Many people believe that C1a was the first Y Hg in Europe.  There were probably just 5000-15,000 of them at any time.  By definition, the Hg C1a are folks that did not go on to mutate into any of the downstream clades.  Over time, the odds will catch up.

Many people believe that I2 was the next Y Hg in Europe.  There were probably just 10,000 - 50,000 of them at any time.  By definition, these are members of the IJ branch, and not members of F or K who mutated.  Over time, the odds will catch up.

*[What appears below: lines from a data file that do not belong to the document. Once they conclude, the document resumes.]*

describe('readWrittenTarget: one bound', () => {
  it.each([
    ['SpO2 > 94%', 'above', 94],
    ['SpO2 >94 %', 'above', 94],
    ['keep sats above 92', 'above', 92],
    ['maintain saturations over 92%', 'above', 92],
    ['target SpO2 greater than 94%', 'above', 94],
    ['≥ 92 %', 'at-least', 92],
    ['SpO2 >= 92%', 'at-least', 92],
    ['at least 92%', 'at-least', 92],
    ['aim for sats of at least 94 percent', 'at-least', 94],
    ['sats not below 88', 'at-least', 88],
    ['keep SpO2 not less than 88 %', 'at-least', 88],
    ['target minimum 92%', 'at-least', 92],
    ['SpO2 ≤ 92%', 'at-most', 92],
    ['keep sats no higher than 92', 'at-most', 92],
    ['sats not above 92%', 'at-most', 92],
    ['SpO2 < 93%', 'below', 93],
    ['keep saturations below 93 %', 'below', 93],
  ] as const)('reads "%s" as one bound (%s %i %%), with no range', (text, bound, percent) => {
    // Bounds near the published ranges: BTS 2017 Tables 1-4 (88-92 %, 94-98 %); TSANZ 2015 (92-96 %).
    expect(readWrittenTarget([text])).toStrictEqual({
      range: undefined,
      note: { kind: 'one-sided', bound, percent, text },
    });
  });

  it('reads the same bound twice as one bound', () => {
    const read = readWrittenTarget(['keep sats above 92', 'SpO2 > 92%']); // BTS 2017 asks for a range
    expect(read.note).toMatchObject({ kind: 'one-sided', percent: 92 });
  });

  it('takes a bound that the stated range keeps as part of that one target', () => {
    // BTS 2017, Tables 1-3: 94-98 %; "> 94" agrees with it (common practice reading of ">")
    expect(readWrittenTarget(['SpO2 > 94%, target 94-98%'])).toStrictEqual({
      range: { lowPercent: 94, highPercent: 98 },
      note: undefined,
    });
  });
});

describe('readWrittenTarget: two ranges or a condition', () => {
  it.each([
    ['88–92 % if drowsy, otherwise 94–98 %', [[88, 92], [94, 98]]],
    ['94-98%; 88-92% if CO2 retainer', [[94, 98], [88, 92]]],
    ['target 88-92% or 94-98%', [[88, 92], [94, 98]]],
    ['94–98 % until the gas is back', [[94, 98]]],
    ['SpO2 94-98% pending ABG', [[94, 98]]],
    ['initially aim 94-98%', [[94, 98]]],
    ['target 88-92% unless PaCO2 normal', [[88, 92]]],
    ['aim 94-98% for now', [[94, 98]]],
    ['if drowsy, target 88-92%', [[88, 92]]],
    ['target 88-92%, keep sats above 94', [[88, 92]]],
  ])('reads "%s" as ambiguous and names its ranges', (text, ranges) => {
    // BTS 2017 Tables 1-4 give one range a patient; these texts give two, or one on a condition.
    const read = readWrittenTarget([text]);
    expect(read.note).toMatchObject({
      kind: 'ambiguous',
      ranges: ranges.map(([low, high]) => ({ lowPercent: low, highPercent: high })),
    });
    expect(read.note?.text.length).toBeGreaterThan(0);
  });

  it('returns the range that allows the most oxygen, so the hypercapnic-risk check sees it', () => {
    // BTS 2017 Table 4: the risk is a target above 88-92 %; 94-98 % is the higher of the two.
    expect(readWrittenTarget(['88–92 % if drowsy, otherwise 94–98 %']).range).toStrictEqual({ lowPercent: 94, highPercent: 98 });
    expect(readWrittenTarget(['94-98% until the gas is back']).range).toStrictEqual({ lowPercent: 94, highPercent: 98 });
  });

  it('reads different ranges in two of the order’s texts as ambiguous', () => {
    const read = readWrittenTarget(['2L NC, target 94-98%', 'Note: aim 88-92%']); // BTS 2017 Tables 1-4
    expect(read.note?.kind).toBe('ambiguous');
  });

  it.each([
    'Target 94-98% if needed', // "if needed" is routine wording, not a condition (common practice)
    'target SpO2 94-98%, if below 94 increase to 4L', // a titration plan, not a second target
    'target 94-98%. If SpO2 < 90% call doctor', // a trigger for review
    'aim 94-98% if tolerated',
  ])('does not take a plan or a routine phrase for a condition: "%s"', (text) => {
    // BTS 2017, Tables 1-3: 94-98 %
    expect(readWrittenTarget([text])).toStrictEqual({ range: { lowPercent: 94, highPercent: 98 }, note: undefined });
  });
});

describe('readWrittenTarget: no SpO2 target', () => {
  it.each([
    'for comfort, no SpO2 target',
    'palliative: titrate to comfort, do not monitor sats',
    'Comfort care. No target range.',
    'O2 2L NC for breathlessness; no sats target',
    'Target: none (end of life care)',
    'titrate to comfort',
    'do not check SpO2',
    'sats monitoring not required, palliative',
  ])('reads "%s" as an order with no SpO2 target', (text) => {
    // BTS 2017: in terminal palliative care oxygen is for comfort, not an SpO2 target
    expect(readWrittenTarget([text])).toMatchObject({ range: undefined, note: { kind: 'no-target' } });
  });

  it('reads "no target" beside a stated range as ambiguous', () => {
    expect(readWrittenTarget(['no SpO2 target', 'aim 94-98%']).note?.kind).toBe('ambiguous'); // BTS 2017 Tables 1-3
  });
});

describe('readWrittenTarget: what is not a target', () => {
  it.each([
    '28% Venturi',
    'FiO2 40%',
    'FiO2 > 40%',
    'Venturi up to 40%',
    'HFNC 60 L/min FiO2 at least 60%',
    '2-4 L/min via NC',
    'up to 15 L/min via reservoir mask',
    'if SpO2 below 85 % call doctor, increase to 4 L/min',
    'call if sats < 88%',
    'wean if SpO2 > 94%',
    'inform doctor when SpO2 falls under 90',
    'PaO2 above 60 mmHg',
    'keep PaO2 > 60',
    'HR > 100',
    'bed 12, age over 65',
  ])('reads nothing from "%s"', (text) => {
    // FiO2 settings (BTS 2017 Table 4 Venturi settings), flows and triggers are not SpO2 targets.
    expect(readWrittenTarget([text])).toStrictEqual({ range: undefined, note: undefined });
  });

  it('keeps a contingency bound apart as a trigger, for the rewrite to leave alone', () => {
    const found = findBoundMentions('target 94-98%. If SpO2 below 85 % call doctor');
    expect(found.targets).toStrictEqual([]);
    expect(found.triggers.map((t) => t.percent)).toStrictEqual([85]); // an invented contingency threshold
  });
});

describe('readWrittenTarget: a range written as fractions', () => {
  // SpO2 is a fraction of one as well as a percentage (ISO 80601-2-61 defines it as a ratio; common
  // practice writes it as a percentage). The ranges are the published ones.
  it.each([
    ['SpO2 target 0.94-0.98', 94, 98], // BTS 2017, Tables 1-3
    ['target sats 0.88–0.92', 88, 92], // BTS 2017, Table 4 (en dash)
    ['aim SpO2 .92 to .96', 92, 96], // TSANZ 2015, Respirology 20:1182
    ['Oxygen 2 L/min NC, SpO2 target 0.94-0.98', 94, 98], // BTS 2017, Tables 1-3
    ['maintain saturations 0.94 - 1.0', 94, 100], // from memory: "up to 1.0" is sometimes written; read as written
  ])('reads "%s" as %i–%i %%', (text, low, high) => {
    expect(readWrittenTarget([text])).toStrictEqual({ range: { lowPercent: low, highPercent: high }, note: undefined });
    expect(findTargetMentions(text)[0]?.fraction).toBe(true);
  });

  it('reads any two-place fraction range after a saturation word as the same percentage range', () => {
    fc.assert(
      fc.property(fc.integer({ min: 50, max: 99 }), fc.integer({ min: 1, max: 50 }), (low, width) => {
        const high = Math.min(100, low + width);
        const asFraction = (p: number): string => (p / 100).toFixed(2);
        const read = readWrittenTarget([`SpO2 target ${asFraction(low)}-${asFraction(high)}`]);
        // Percentages and fractions are the same quantity (ISO 80601-2-61; common practice)
        expect(read.range).toStrictEqual({ lowPercent: low, highPercent: high });
      }),
    );
  });
});

describe('readWrittenTarget: one value', () => {
  // BTS 2017 asks that oxygen be prescribed to a target range; one value is neither a range nor a floor.
  it.each([
    ['target SpO2 94%', 94], // BTS 2017, Tables 1-3: 94 is the low end of 94-98 %
    ['Oxygen 2 L/min nasal cannulae, target SpO2 94%', 94], // BTS 2017, Tables 1-3
    ['Target: 92%', 92], // TSANZ 2015, Respirology 20:1182: low end of 92-96 %
    ['aim sats 88', 88], // BTS 2017, Table 4: low end of 88-92 %
    ['keep SpO2 of 90 %', 90], // from memory: a value some prescribers write; read as written
    ['titrate to sats 96%', 96], // TSANZ 2015: inside 92-96 %
    ['target saturations of approximately 94 per cent', 94], // BTS 2017, Tables 1-3
  ])('reads "%s" as one value (%i %%), with no range', (text, percent) => {
    expect(readWrittenTarget([text])).toStrictEqual({ range: undefined, note: { kind: 'single-value', percent, text } });
  });

  it.each([
    ['an observation, not a target', 'sats 91% on air, 2L NC'],
    ['a trigger', 'if SpO2 below 85% call doctor'],
    ['a number after a target word but an observation word between', 'target range: currently 91%'],
    ['a flow after a target word', 'titrate to 4 L/min'],
    ['a postfix bound', 'keep sats 94% or above'],
    ['a plus sign', 'target SpO2 94+'],
    ['a PaO2', 'target PaO2 60 mmHg'],
    ['a value outside the plausible targets', 'target SpO2 40%'],
  ])('does not read %s ("%s") as a single-value target', (_what, text) => {
    expect(readWrittenTarget([text]).note?.kind).not.toBe('single-value');
  });

  it('leaves a value beside a written range to the range', () => {
    // BTS 2017, Tables 1-3: 94-98 %; the 91 is what the patient reads now, not a second target
    expect(readWrittenTarget(['target SpO2 94-98%, sats 91% on air'])).toStrictEqual({
      range: { lowPercent: 94, highPercent: 98 },
      note: undefined,
    });
  });

  it('reads two different values, or one with a condition, as ambiguous', () => {
    // BTS 2017, Table 4 (88) and Tables 1-3 (94): two values leave the target unclear
    expect(readWrittenTarget(['target SpO2 88%', 'target SpO2 94%']).note?.kind).toBe('ambiguous');
    expect(readWrittenTarget(['target SpO2 94% until the gas is back']).note?.kind).toBe('ambiguous');
  });

  it('finds the value under any target word and saturation word, and nothing when the target word is missing', () => {
    const targetWords = ['target', 'aim', 'goal', 'keep', 'maintain', 'titrate to'];
    const satWords = ['SpO2', 'sats', 'saturations', ''];
    fc.assert(
      fc.property(
        fc.constantFrom(...targetWords),
        fc.constantFrom(...satWords),
        fc.integer({ min: 80, max: 100 }), // common practice: the targets written on wards lie in 80-100 %
        fc.constantFrom('%', ' %', '', ' percent'),
        (word, sat, percent, unit) => {
          const text = `O2 2L NC, ${word} ${sat} ${percent}${unit}`.replace(/\s+/g, ' ');
          const found = findSingleValueMentions(text, []);
          expect(found.map((f) => f.percent)).toStrictEqual([percent]);
          expect(findSingleValueMentions(`O2 2L NC, ${sat} ${percent}${unit} on air`, [])).toStrictEqual([]);
        },
      ),
    );
  });
});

These very simple concepts explain much of the modern distribution of haplogroups in Europe.  Is it more complex?  Sure.  Were there other factors?  Absolutely.  But over time, you cannot escape mathematics and demography being the biggest factors.

Tuesday, December 15, 2015

A Review of All Theories, on Why R1b Is So Common in Western Europeans

The great Roman historian Tacitus begins the Germania by discussing how the Germans are separated from certain peoples by mountains, and separated from other peoples by rivers -- and where there were no rivers or mountains, the peoples were separated by Fear.

A similar, intangible concept applies today, to understanding why R1b is so common in Western Europe.  Some of it can be gleaned by archaeology, some of it can be gleaned by DNA -- and where archaeology and DNA cannot provide an answer, we must resort to what makes us human: Logic.

Below is a review of all of possible models explaining why R1b and its subclades are common throughout Western Europe.  After reading it, you decide which is the most logical.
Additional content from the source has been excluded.